The Formula For SHM

Simple Harmonic Motion is a fundamental idea in high school physics since it covers a wide range of issues that were formerly considered ground-breaking discoveries in the field. The pendulum is the most frequent example of simple harmonic motion. The restoring force is the most often associated phrase with simple harmonic motion. The SHM is another abbreviation for the SHM. 

Harmonic motion is defined as a function of a single sine, or cosine function is known as harmonic function. This comprehensive guide on SHM will explain simple harmonic motion formula, shm equation, etc.

What Is Simple Harmonic Motion?

When an object or particle is under a to and fro motion due to a restoring force that is dependent on the displacement from the mean position and the force is directed towards the mean position. This motion is nothing but Simple Harmonic Motion.

Some day to day examples of SHM are as follows-: 

• The vibration of the tuning fork 
• Oscillations from a freely suspended magnet. 
• The vibration of balance wheel of the watch 
• Oscillation of a loaded spring having stress energy. 

Hooke’s Law

One of the essential laws in the notions of friction and elasticity is Hooke’s Law. It

is one of the physic’s most fundamental and straightforward rules. In fact, this rule is a

perfect match for the equation of simple harmonic motion that we examined

previously. The only difference between the equation and the law is the expression of the law.

According to this rule, the force necessary to return an item to its origin, or the restoring force, acting here is dependent on the displacement taken off the string. As a result, the spring constant was born, and it’s worth repeating that the sign is determined by the direction in which the spring is traveling. If it’s traveling ahead, we put a positive sign on it, and if it’s heading backward, we put a negative sign on it.

Characteristics of Simple Harmonic motion

• The motion of the particle is periodic
• It is the most basic type of oscillatory motion.
• The particle oscillates about the mean position with fixed amplitude and fixed frequency.
• The simple harmonic motion is defined by the single function of sine or cosine.

Terminologies Related To Simple Harmonic motion

• Displacement – It is defined as the distance covered by the oscillating particle from the mean position at any instant t. It is represented by x.

• Amplitude – It is defined as the maximum displacement of the oscillating particle from the mean; the position is denoted by A and x max = +/- A

• Time period- It is defined as the time taken to complete one oscillation.
• Frequency -It is defined as the number of oscillations completed per unit time. It is denoted by v( nu). Frequency is one upon divided by the time period.

• Angular Frequency- it is obtained by multiplying 2π with v . It is denoted by ( omega ) = 2π/T=2πv

• Phase – The phase of a particle is defined as the state of the particle with regard to the position and direction of motion at a particular instant. For example, in the equation

x= A cos ( ωt +Φ0 )

where Φ =( ωt + Φ0)

• Oscillation- It is defined as the one complete back and forth motion of a particle that starts and ends at the same point.
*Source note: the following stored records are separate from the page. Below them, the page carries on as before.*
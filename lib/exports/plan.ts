import type { AnalysisSummary, ImageFacts } from '@/lib/analysis-facts';
import type { ReconnectionRow, VerdictText } from '@/lib/tables/reconnections-csv';
import type { Estimate } from '@/tracking/estimates/estimate';
import type { FlowDetails, MotionMeasures, PopulationSummary } from '@/tracking/flow-measures';
import type { RehearsalKind } from '@/tracking/rehearsal/plan';
import type { Conditions, Recipe } from '@/tracking/types';
import type { VelocityPdf } from '@/tracking/velocity-pdf-shape';
import type { ExportFormat } from './export-facts';

export interface Contributor {
  name: string;
  orcid: string | null;
  affiliation: string | null;
}

/** One step of one reader, or of the one who settled. */
export interface JudgementStep {
  event: number;
  kind: 'reading' | 'settlement';
  step: number;
  verdict: string;
  reason: string | null;
  note: string | null;
  by: string;
  at: string;
}

/** One appended change of the tracks. */
export interface CorrectionStep {
  revision: number;
  kind: string;
  /** What was changed and how, as it was sent. */
  detail: Record<string, unknown>;
  by: string;
  at: string;
}

/** A candidate whose frames around closest approach are in the package as a picture. */
export interface PlannedStrip {
  candidateId: string;
  event: number;
}

/** All of an analysis that a package holds but tracks and velocities, which are read as they are written. */
export interface PlannedAnalysis {
  id: string;
  /** Folder in the package. */
  folder: string;
  tracksRevision: number;
  campaign: { id: string; name: string };
  /** What it rehearses, where no camera took the recording. */
  rehearsal: { id: string; name: string; kind: RehearsalKind } | null;
  run: { id: string; name: string; startedAt: string | null };
  recording: { id: string; name: string; sha256: string | null; bytes: number; frames: number; width: number; height: number }; // prettier-ignore
  conditions: Conditions;
  recipe: Recipe;
  recipeName: string | null;
  imageFacts: ImageFacts | null;
  summary: AnalysisSummary | null;
  codeVersion: string;
  createdBy: string | null;
  startedAt: string | null;
  finishedAt: string | null;
  /** The hash is the SHA-256 of all that was signed off, hex. */
  signedOff: { at: string; by: string | null; contentHash: string } | null;
  measures: {
    populations: PopulationSummary;
    pdfs: VelocityPdf[];
    estimates: Estimate[];
    motion: MotionMeasures | null;
    /** Over time, across the channel, captures; null in analyses older than these. */
    details: FlowDetails | null;
  };
  candidates: ReconnectionRow[];
  /** By event; empty where nobody decided. */
  verdicts: VerdictText[];
  judgements: JudgementStep[];
  corrections: CorrectionStep[];
  /** Left out where no figures are wanted. */
  strips?: PlannedStrip[];
}

/** What a package is made of, fixed when its building begins. */
export interface ExportPlan {
  title: string;
  description: string;
  laboratory: string;
  licence: string;
  contributors: Contributor[];
  formats: ExportFormat[];
  figures: boolean;
  /** Version of the code that writes the package. */
  codeVersion: string;
  /** Day of the newest result or sign-off in it: the same data make the same package on any day. */
  date: string;
  analyses: PlannedAnalysis[];
}

/** Newest moment of the analyses in it, as a day. */
export function dateOf(analyses: readonly Pick<PlannedAnalysis, 'signedOff' | 'finishedAt'>[]): string {
  const moments = analyses.map(({ signedOff, finishedAt }) => signedOff?.at ?? finishedAt ?? '');
  return moments.reduce((latest, one) => (one > latest ? one : latest), '1970-01-01').slice(0, 10);
}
Simple Harmonic Motion (SHM) Formulas

Let us consider a body oscillating from the mean position. The displacement by the body

occurs and let us consider the displacement is small and hence we can say –

The force under action is directly proportional to the displacement.
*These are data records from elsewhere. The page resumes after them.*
import { execFile } from 'node:child_process';
import { mkdtemp, readFile, writeFile } from 'node:fs/promises';
import { tmpdir } from 'node:os';
import { join } from 'node:path';
import { promisify } from 'node:util';
import { afterAll, beforeAll, describe, expect, it } from 'vitest';
import { closeDatabase } from '@/models/database';
import { sharedServer } from '../helpers/server';
import { writeSmallStack } from '../helpers/small-stack';
import { makeTestLab, type TestLab } from '../helpers/test-lab';

const run = promisify(execFile);
const server = sharedServer();
const PATIENCE_MS = 240_000;

/** Examples of README.md in their order: language and text of every block that is marked as one. */
const examples = async (): Promise<[language: string, text: string][]> => {
  const readme = await readFile(join(import.meta.dirname, '..', '..', 'README.md'), 'utf8');
  return [...readme.matchAll(/^```(\w+) example\n([\s\S]*?)^```$/gm)].map(([, language, text]) => [language, text]); // prettier-ignore
};

let lab: TestLab;
let folder: string;
let stack: string;
beforeAll(async () => {
  lab = await makeTestLab(server.databaseUrl);
  folder = await mkdtemp(join(process.env.TEST_FOLDER ?? tmpdir(), 'readme-'));
  ({ stack } = await writeSmallStack());
}, 60_000);
afterAll(closeDatabase);

async function runExample(language: string): Promise<string> {
  const text = (await examples()).find(([of]) => of === language)?.[1];
  if (!text) throw new Error(`README.md has no example in ${language}.`);
  const [program, ending] = {
    sh: ['/bin/bash', 'sh'],
    python: [process.env.TEST_PYTHON ?? '/usr/bin/python3', 'py'],
    js: [process.execPath, 'mjs'],
  }[language] ?? ['', ''];
  const file = join(folder, `example.${ending}`);
  await writeFile(file, text);
  const { token } = lab.people.experimentalist;
  const env = { ...process.env, API: `${server.baseUrl}/api/v1`, TOKEN: token, STACK: stack };
  const args = language === 'sh' ? ['-eu', '-o', 'pipefail', file] : [file];
  const { stdout } = await run(program, args, { cwd: folder, env, timeout: PATIENCE_MS });
  return stdout;
}

/** The examples go on where the one before left off, as a reader does. */
describe('examples of README.md', () => {
  it('are in curl, Python and JavaScript', async () => {
    expect((await examples()).map(([language]) => language)).toEqual(['sh', 'python', 'js']);
  });

  it(
    'curl: from a stack to tracks and estimates',
    async () => {
      const estimates = JSON.parse(await runExample('sh')) as { quantity: string; method: string }[];
      expect(estimates.some(({ quantity, method }) => quantity === 'line_density' && method === 'combined')).toBe(true); // prettier-ignore
      expect((await readFile(join(folder, 'tracks.csv'), 'utf8')).split('\r\n')[0]).toMatch(/^track,frame,t_s,/); // prettier-ignore
    },
    PATIENCE_MS,
  );

  it(
    'Python: velocities into NumPy',
    async () => {
      expect(await runExample('python')).toMatch(
        /^(trapped|free) -?\d+\.\d{3} mm\/s along x from \d+ tracks$/m,
      );
    },
    PATIENCE_MS,
  );

  it(
    'JavaScript: the comparison, and a data package',
    async () => {
      const lines = (await runExample('js')).trim().split('\n');
      expect(lines[0]).toMatch(/^Run 1 /);
      const bytes = await readFile(join(folder, 'package.zip'));
      // Local file header signature of ZIP (APPNOTE 4.3.7).
      expect(bytes.readUInt32LE(0)).toBe(0x04034b50);
      expect(lines.at(-1)).toContain(` ${bytes.length} `);
    },
    PATIENCE_MS,
  );
});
Which further can be written as

Restoring force is directly proportional to Displacement

F∝ x. Or

F = -kx ————————————–(1)

Where F = Restoring force

x = Displacement

K=Spring factor and force constant it is positive constant. It is given by restoring force per

unit displacement with SI unit is Nm-1.

Equation (1) defines Simple Harmonic Motion. The negative sign in this equation represents

the fact that the force F acts in the direction opposite to the direction of displacement x.

Based on the Second law of motion

F= ma—————————————–(2)

F= Force , m = mass of the object , a= Acceleration.
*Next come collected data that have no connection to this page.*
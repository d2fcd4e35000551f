import { describe, expect, it } from 'vitest';
import { contrastRange, contrastStep, histogramOf, moveBead } from '@/components/canvas/contrast';

describe('contrast', () => {
  it('opens with a range around the measured contrast that the camera can count', () => {
    expect(contrastRange(100, 300, 16)).toEqual({ least: 0, most: 700 });
    expect(contrastRange(100, 300, 8).most).toBe(300);
    expect(contrastRange(-10, 10, null).least).toBe(-20);
  });

  it('never lets black and white meet or leave the range', () => {
    const range = contrastRange(100, 300, 16);
    const step = contrastStep(range);
    const now = { low: 100, high: 300 };
    expect(moveBead('low', 5000, now, range)).toEqual({ low: 300 - step, high: 300 });
    expect(moveBead('low', -5000, now, range)).toEqual({ low: 0, high: 300 });
    expect(moveBead('high', -5000, now, range)).toEqual({ low: 100, high: 100 + step });
    expect(moveBead('high', 5000, now, range)).toEqual({ low: 100, high: 700 });
  });

  it('counts the grey levels and leaves out the two that hold everything beyond', () => {
    const levels = [0, 255, 1, 2, 128, 128];
    const rgba = Uint8ClampedArray.from(levels.flatMap((level) => [level, level, level, 255]));
    const bins = histogramOf(rgba, 64);
    expect(bins[0]).toBe(2);
    expect(bins[32]).toBe(2);
    expect(bins.reduce((a, b) => a + b)).toBe(4);
  });
});
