import { describe, expect, it } from 'vitest';
import { indexOfTrack, trailAt } from '@/components/canvas/track-block';
import { neighbourTrack, viewOnTrack } from '@/components/canvas/track-overlay';
import { fitView, toScreen, zoomAt } from '@/components/canvas/view-box';
import { ViewerStore } from '@/components/canvas/viewer-store';
import { expectWithin } from '@/tests/helpers/expect-within';
import { randomBlock } from './random-block';

const image = { width: 512, height: 512 };
const well = { width: 800, height: 400 };
const block = randomBlock(12, 90, 50);
const frame = 25;

function stateWith(zoom: number, bring: number | null) {
  const store = new ViewerStore(50, { frame, low: 0, high: 1 });
  const view = zoomAt(fitView(image, well), zoom, { x: 400, y: 200 }, image, well);
  store.set({ view, well, zoomed: zoom > 1, bring });
  return store.get();
}

const inFrame = Array.from(block.track).filter((track) =>
  trailAt(block, indexOfTrack(block, track), frame, 1, { first: 0, last: 0 }),
);

describe('bringing a track into the well', () => {
  it('puts its point of the frame into the middle when zoomed in', () => {
    for (const track of inFrame) {
      const view = viewOnTrack(block, stateWith(8, track), image)!;
      const trail = { first: 0, last: 0 };
      trailAt(block, indexOfTrack(block, track), frame, 1, trail);
      const at = toScreen(view, { x: block.x[trail.last], y: block.y[trail.last] });
      expectWithin(at.x, 400, { abs: 1e-6 });
      expectWithin(at.y, 200, { abs: 1e-6 });
    }
  });

  it('leaves the whole frame as it is, and waits for what has not come in', () => {
    const state = stateWith(1, inFrame[0]);
    expect(viewOnTrack(block, state, image)).toBe(state.view);
    expect(viewOnTrack(null, state, image)).toBeNull();
    expect(viewOnTrack(block, stateWith(8, 999_999), image)).toBeNull();
  });
});

describe('going from track to track by keys', () => {
  const scene = { frame, view: fitView(image, well), well };

  it('visits each track on screen once and begins again', () => {
    const visited: number[] = [];
    let current: number | null = null;
    for (let k = 0; k < inFrame.length; k += 1) {
      current = neighbourTrack(block, scene, current, 1);
      visited.push(current!);
    }
    const onScreen = new Set(visited);
    expect([...onScreen].every((track) => inFrame.includes(track))).toBe(true);
    expect(visited.slice(0, onScreen.size)).toEqual([...onScreen].sort((a, b) => a - b));
    expect(neighbourTrack(block, scene, Math.max(...onScreen), 1)).toBe(Math.min(...onScreen));
    expect(neighbourTrack(block, scene, Math.min(...onScreen), -1)).toBe(Math.max(...onScreen));
  });
});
From (1) and (2) we can say

ma = -kx

a = -K/m * x

a ∝ x

Hence in simple harmonic motion, acceleration is directly proportional to its displacement

and the acceleration is directed to the mean position.

F= – kx

Where F = restoring force, K = spring factor , x = displacement

Conclusion

When we speak about the area of physics, one of the most significant notions is simple harmonic motion. It is the foundation of many other branches of physics, including differential mechanics, elasticity, and waves. Simple harmonic motion is a harmonic motion which means it can be represented in terms of single sine or cosine function further the simple harmonic motion is a periodic function wherein the displacement of the particle takes place to and fro about the mean position with the displacement of the body directly proportional to the restoring force. The particle oscillates with the fixed frequency and amplitude.